+++ Records shown

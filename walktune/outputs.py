"""Output folders hold one run's files at a time.

A folder is held by one process at a time: an advisory lock (``flock``) on the
folder, taken before anything is written into it and released when the
process lets it go or ends, however it ends. Within a process the lock is
counted, so the command line, the checkpoint and the writers below may each
take it.

Results replace the folder's walktune files as a whole: the new files are
written into a temporary folder beside it, and only when every one is on disk
are the earlier run's walktune files moved out and the new ones moved in
(renames within one file system). The folder itself stays (its lock, and any
file of the user's, stay with it), so a reader never finds one run's advice
beside another run's draws or report.
"""

from __future__ import annotations

import os
import shutil
import tempfile
from pathlib import Path

from .errors import WalktuneError

#: Figures of the report (the names of ``walktune.report.FIGURES``; a test keeps them equal).
FIGURE_NAMES = ("traces", "pairs", "spectrum", "autocorrelation", "ess", "evaluations")
REPORT_FILES = ("report.html",) + tuple(f"{name}.png" for name in FIGURE_NAMES)
#: Files of a finished run (tune or inspect) and of its report.
RESULT_FILES = ("advice.json", "proposal_covariance.npy", "proposal_covariance.csv", "step_sizes.csv", "draws.npz",
                "recommended_proposal.npy", "recommended_proposal.csv",
                "sampling_map.json") + REPORT_FILES
#: Files of an interrupted or failed tuning run.
INTERRUPTED_FILES = ("checkpoint.npz", "partial-advice.json")
RUN_FILES = RESULT_FILES + INTERRUPTED_FILES

_held: dict = {}  # (device, inode) of a locked folder -> [file descriptor, holders in this process]


def _umask() -> int:
    mask = os.umask(0)
    os.umask(mask)
    return mask


class FolderLock:
    """The lock on an output folder, created when missing.

    Parameters
    ----------
    folder : path
        The output folder.

    Use as a context manager, or call :meth:`acquire` and :meth:`release`.
    A folder created by :meth:`acquire` and still empty at :meth:`release` is
    removed again, so that input refused early leaves nothing behind.
    """

    def __init__(self, folder):
        self.folder = Path(folder)
        self._key = None
        self._created = False

    def acquire(self) -> "FolderLock":
        if self._key is not None:
            return self
        if self.folder.exists() and not self.folder.is_dir():
            raise WalktuneError(f"output path {self.folder} exists and is not a folder; choose another --out.")
        if not self.folder.exists():
            self.folder.mkdir(parents=True)
            self._created = True
        fd = os.open(self.folder, os.O_RDONLY)
        stat = os.fstat(fd)
        key = (stat.st_dev, stat.st_ino)
        if key in _held:
            os.close(fd)
            _held[key][1] += 1
        else:
            try:
                import fcntl
            except ImportError:  # not on POSIX: no lock
                fcntl = None
            if fcntl is not None:
                try:
                    fcntl.flock(fd, fcntl.LOCK_EX | fcntl.LOCK_NB)
                except BlockingIOError:
                    os.close(fd)
                    raise WalktuneError(
                        f"another walktune run is using {self.folder}; wait for it to finish or stop it first."
                    ) from None
            _held[key] = [fd, 1]
            _clear_leftovers(self.folder)
        self._key = key
        return self

    def release(self) -> None:
        if self._key is None:
            return
        key, self._key = self._key, None
        entry = _held.get(key)
        if entry is not None:
            entry[1] -= 1
            if entry[1] <= 0:
                del _held[key]
                os.close(entry[0])
        if self._created:
            self._created = False
            try:
                self.folder.rmdir()  # only when empty: nothing was written
            except OSError:
                pass

    def __enter__(self) -> "FolderLock":
        return self.acquire()

    def __exit__(self, *exc) -> None:
        self.release()


def _clear_leftovers(folder: Path) -> None:
    """Temporary files and folders that an exit in the middle of a write left behind (the lock is ours)."""
    for name in RUN_FILES:
        for stale in folder.glob(f".{name}.*.tmp"):
            stale.unlink(missing_ok=True)
    for stale in folder.parent.glob(f".{folder.name}.walktune-*"):
        if stale.is_dir():
            shutil.rmtree(stale, ignore_errors=True)


def walktune_files(folder, names=RUN_FILES) -> list:
    """The walktune files (of ``names``) present in ``folder``."""
    folder = Path(folder)
    return [name for name in names if (folder / name).exists()]


def check_free(folder, *, overwrite: bool, names=RUN_FILES) -> None:
    """Refuse a folder holding another run's files (of ``names``) unless ``overwrite`` (call with the lock held)."""
    present = walktune_files(folder, names)
    if present and not overwrite:
        shown = ", ".join(present[:3]) + (", ..." if len(present) > 3 else "")
        raise WalktuneError(
            f"{folder} holds the files of another run ({shown}); give --overwrite to replace them as a whole, "
            "or choose another --out."
        )


def replace_files(folder, files: dict, replaced=RUN_FILES) -> Path:
    """Write ``files`` (name -> bytes) into ``folder``, replacing its walktune files of ``replaced`` as a whole.

    Every new file is written and flushed in a temporary folder beside
    ``folder`` first; then the earlier files of ``replaced`` are moved out and
    the new ones moved in. Takes the folder's lock for the duration.
    """
    folder = Path(folder)
    with FolderLock(folder):
        parent = folder.parent if str(folder.parent) else Path(".")
        staging = Path(tempfile.mkdtemp(prefix=f".{folder.name}.walktune-new.", dir=parent))
        old = None
        try:
            mode = 0o666 & ~_umask()
            for name, data in files.items():
                with open(staging / name, "wb") as handle:
                    handle.write(data)
                    handle.flush()
                    os.fsync(handle.fileno())
                os.chmod(staging / name, mode)
            old = Path(tempfile.mkdtemp(prefix=f".{folder.name}.walktune-old.", dir=parent))
            for name in walktune_files(folder, replaced):
                os.replace(folder / name, old / name)
            for name in files:
                os.replace(staging / name, folder / name)
        finally:
            shutil.rmtree(staging, ignore_errors=True)
            if old is not None:
                shutil.rmtree(old, ignore_errors=True)
    return folder
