"""Files a user's own sampler can read: advice.json and the proposal covariance.

Output folder of a tuning run:

* ``advice.json``: everything, schema ``walktune.advice/1`` (docs/advice-schema.md);
* ``proposal_covariance.npy`` and ``proposal_covariance.csv`` (header row of names);
* ``step_sizes.csv``: one row of per-parameter proposal sds, header of names;
* ``recommended_proposal.npy`` and ``.csv``: the proposal covariance of the
  recommended option (advice.json ``recommended``), whichever it is: the tuned
  covariance, per-parameter steps as a diagonal covariance, one step size, your
  current proposal, or, for the runs in new coordinates, the covariance in the
  sampler coordinates of ``sampling_map.json`` (headed ``z[i]``);
* ``draws.npz``: the proof runs' draws, one array per proposal shaped (chains, steps, d)
  (every ``proof_draws_kept_every``-th state of advice.json when a run would
  keep more than 128 MiB of draws: :func:`walktune.stages.proof_thinning`),
  the pilot's stages one after another (``pilot``), plus ``parameter_names``.
"""

from __future__ import annotations

import json
from pathlib import Path

import numpy as np

from .constants import ADVICE_SCHEMA
from .errors import WalktuneError
from .io import csv_bytes, json_bytes, npy_bytes, npz_bytes, write_folder

SUPPORTED_SCHEMAS = (ADVICE_SCHEMA,)


def with_provenance(payload: dict, produced_by: dict | None) -> dict:
    """advice.json's payload with ``produced_by``: what wrote it (docs/advice-schema.md)."""
    from . import __version__

    record = {"command": "Python API", "model_file": None, "model_sha256": None, "options": None}
    record.update(produced_by or {})
    record["walktune_version"] = __version__
    return {**payload, "produced_by": record}


def result_files(result, produced_by: dict | None = None) -> dict:
    """name -> bytes of a tuning run's output folder; ``produced_by`` describes the command that ran it."""
    names = result.parameter_names
    arrays = {name.replace("-", "_"): run.draws for name, run in result.runs.items()}
    if result.pilot.all_draws:
        # Every pilot stage in order (stages differ in proposal), each stage's stored draws: every
        # pilot_draws_kept_every[i]-th state of stage i (advice.json).
        arrays["pilot"] = np.concatenate(result.pilot.all_draws, axis=1)
    arrays["parameter_names"] = np.array(names)
    files = {
        "advice.json": json_bytes(with_provenance(result.to_dict(), produced_by)),
        "proposal_covariance.npy": npy_bytes(result.proposal_covariance),
        "proposal_covariance.csv": csv_bytes(result.proposal_covariance, names),
        "step_sizes.csv": csv_bytes(result.step_sizes[None, :], names),
        "draws.npz": npz_bytes(arrays),
    }
    if result.recommended_proposal is not None:
        in_new_coordinates = result.recommended is not None and result.recommended.coordinates != "parameters"
        header = [f"z[{i}]" for i in range(len(names))] if in_new_coordinates else names
        files["recommended_proposal.npy"] = npy_bytes(result.recommended_proposal)
        files["recommended_proposal.csv"] = csv_bytes(result.recommended_proposal, header)
    if result.reparam is not None:
        files["sampling_map.json"] = json_bytes(result.reparam.to_dict())
    return files


def load_advice(path) -> dict:
    """Read an advice.json (or the folder holding one) and check its schema."""
    path = Path(path)
    if path.is_dir():
        path = path / "advice.json"
    if not path.exists():
        raise WalktuneError(f"no advice file at {path}; point at a walktune output folder or its advice.json.")
    try:
        payload = json.loads(path.read_text())
    except (json.JSONDecodeError, UnicodeDecodeError) as error:
        raise WalktuneError(f"{path} is not valid JSON ({error.msg if hasattr(error, 'msg') else error}).") from None
    schema = payload.get("schema") if isinstance(payload, dict) else None
    if schema not in SUPPORTED_SCHEMAS:
        raise WalktuneError(
            f"{path} has schema {schema!r}; this walktune reads {', '.join(SUPPORTED_SCHEMAS)}. "
            "Re-run `walktune tune` with this version."
        )
    _check_payload(payload, path)
    return payload


#: Keys every advice.json of a finished run has, whatever its source (docs/advice-schema.md).
REQUIRED_KEYS = ("source", "parameter_names", "posterior_mean", "posterior_covariance", "proposal_covariance",
                 "step_sizes", "expected_acceptance", "effective_dimension", "spectrum_decades",
                 "correlation_eigenvalues", "predicted_slowdown", "target_ess", "evaluations_needed", "comparison",
                 "findings")


def _check_payload(payload: dict, path: Path) -> None:
    """The keys and shapes that readers rely on; a one-line error names what is missing or wrong."""
    missing = [key for key in REQUIRED_KEYS if key not in payload]
    if missing:
        raise WalktuneError(
            f"{path} lacks {', '.join(missing[:4])}{', ...' if len(missing) > 4 else ''}: it is not a whole advice.json "
            "of a finished run; write it again with `walktune tune` or `walktune inspect --out`."
        )
    names = payload["parameter_names"]
    d = len(names) if isinstance(names, list) else -1
    try:
        shapes_ok = (
            d > 0 and all(isinstance(n, str) for n in names)
            and np.asarray(payload["proposal_covariance"], dtype=float).shape == (d, d)
            and np.asarray(payload["posterior_covariance"], dtype=float).shape == (d, d)
            and np.asarray(payload["step_sizes"], dtype=float).shape == (d,)
        )
    except (TypeError, ValueError):
        shapes_ok = False
    if not shapes_ok:
        raise WalktuneError(
            f"{path} is damaged: parameter_names must be a list of names, proposal_covariance and "
            "posterior_covariance d x d numbers and step_sizes d numbers; write it again with walktune."
        )


EXPORT_FORMATS = ("npy", "csv", "json", "python")


def _recommended_proposal(payload: dict) -> tuple:
    """The recommended option's name, covariance, coordinates and (for a diagonal one) step sizes."""
    recommended = payload.get("recommended") or {}
    if recommended.get("proposal_covariance") is None:
        raise WalktuneError("this advice.json holds no recommended proposal (written by an older walktune, or by "
                            "an inspection); export the tuned covariance without --recommended.")
    cov = np.asarray(recommended["proposal_covariance"], dtype=float)
    diagonal = np.allclose(cov, np.diag(np.diag(cov)))
    steps = np.sqrt(np.diag(cov)).tolist() if diagonal else None
    return recommended["proposal"], cov, recommended.get("coordinates", "parameters"), steps


def export_advice(source, destination, fmt: str, recommended: bool = False) -> Path:
    """Convert the proposal covariance in an advice.json to another format.

    Parameters
    ----------
    source : path
        advice.json or its folder.
    destination : path
        The file to write (atomically).
    fmt : {"npy", "csv", "json", "python"}
        ``json`` writes a small file with names, step sizes and covariance only;
        ``python`` writes a module defining ``PARAMETER_NAMES``, ``PROPOSAL_COVARIANCE``
        and ``STEP_SIZES`` as plain lists.
    recommended : bool, default=False
        Export the recommended option's proposal (advice.json ``recommended``)
        instead of the tuned covariance; the json and python forms then also name
        it and the coordinates it runs in (``sampling_map.json`` for the new coordinates,
        whose columns are ``z[i]``). Step sizes are given only for a diagonal proposal.
    """
    if fmt not in EXPORT_FORMATS:
        raise WalktuneError(f"unknown export format {fmt!r}; choose one of {', '.join(EXPORT_FORMATS)}.")
    payload = load_advice(source)
    names = payload["parameter_names"]
    proposal, coordinates = "tuned-covariance", "parameters"
    if recommended:
        proposal, cov, coordinates, steps = _recommended_proposal(payload)
        if coordinates != "parameters":
            names = [f"z[{i}]" for i in range(len(names))]
    else:
        cov = np.asarray(payload["proposal_covariance"], dtype=float)
        steps = payload.get("step_sizes")
    if fmt == "npy":
        data = npy_bytes(cov)
    elif fmt == "csv":
        data = csv_bytes(cov, names)
    elif fmt == "json":
        extra = {"proposal": proposal, "coordinates": coordinates} if recommended else {}
        data = json_bytes({"parameter_names": names, **extra, "proposal_covariance": cov.tolist(), "step_sizes": steps})
    else:
        what = (f"The {proposal} proposal walktune recommends, in the coordinates of {coordinates}"
                if recommended else "Proposal tuned by walktune")
        data = (
            f'"""{what}: propose theta + N(0, PROPOSAL_COVARIANCE)."""\n\n'
            f"PARAMETER_NAMES = {names!r}\n"
            f"PROPOSAL_COVARIANCE = {cov.tolist()!r}\n"
            f"STEP_SIZES = {steps!r}\n"
        ).encode()
    destination = Path(destination)
    write_folder(destination.parent, {destination.name: data})
    return destination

++++++

Within the listing above, extract exactly the lines from the line with "mode = 0o666 & ~_umask()" to the line with "recommended option (advice.json", the two named lines included, and no others.

Answer below:
            mode = 0o666 & ~_umask()
            for name, data in files.items():
                with open(staging / name, "wb") as handle:
                    handle.write(data)
                    handle.flush()
                    os.fsync(handle.fileno())
                os.chmod(staging / name, mode)
            old = Path(tempfile.mkdtemp(prefix=f".{folder.name}.walktune-old.", dir=parent))
            for name in walktune_files(folder, replaced):
                os.replace(folder / name, old / name)
            for name in files:
                os.replace(staging / name, folder / name)
        finally:
            shutil.rmtree(staging, ignore_errors=True)
            if old is not None:
                shutil.rmtree(old, ignore_errors=True)
    return folder
"""Files a user's own sampler can read: advice.json and the proposal covariance.

Output folder of a tuning run:

* ``advice.json``: everything, schema ``walktune.advice/1`` (docs/advice-schema.md);
* ``proposal_covariance.npy`` and ``proposal_covariance.csv`` (header row of names);
* ``step_sizes.csv``: one row of per-parameter proposal sds, header of names;
* ``recommended_proposal.npy`` and ``.csv``: the proposal covariance of the
  recommended option (advice.json ``recommended``), whichever it is: the tuned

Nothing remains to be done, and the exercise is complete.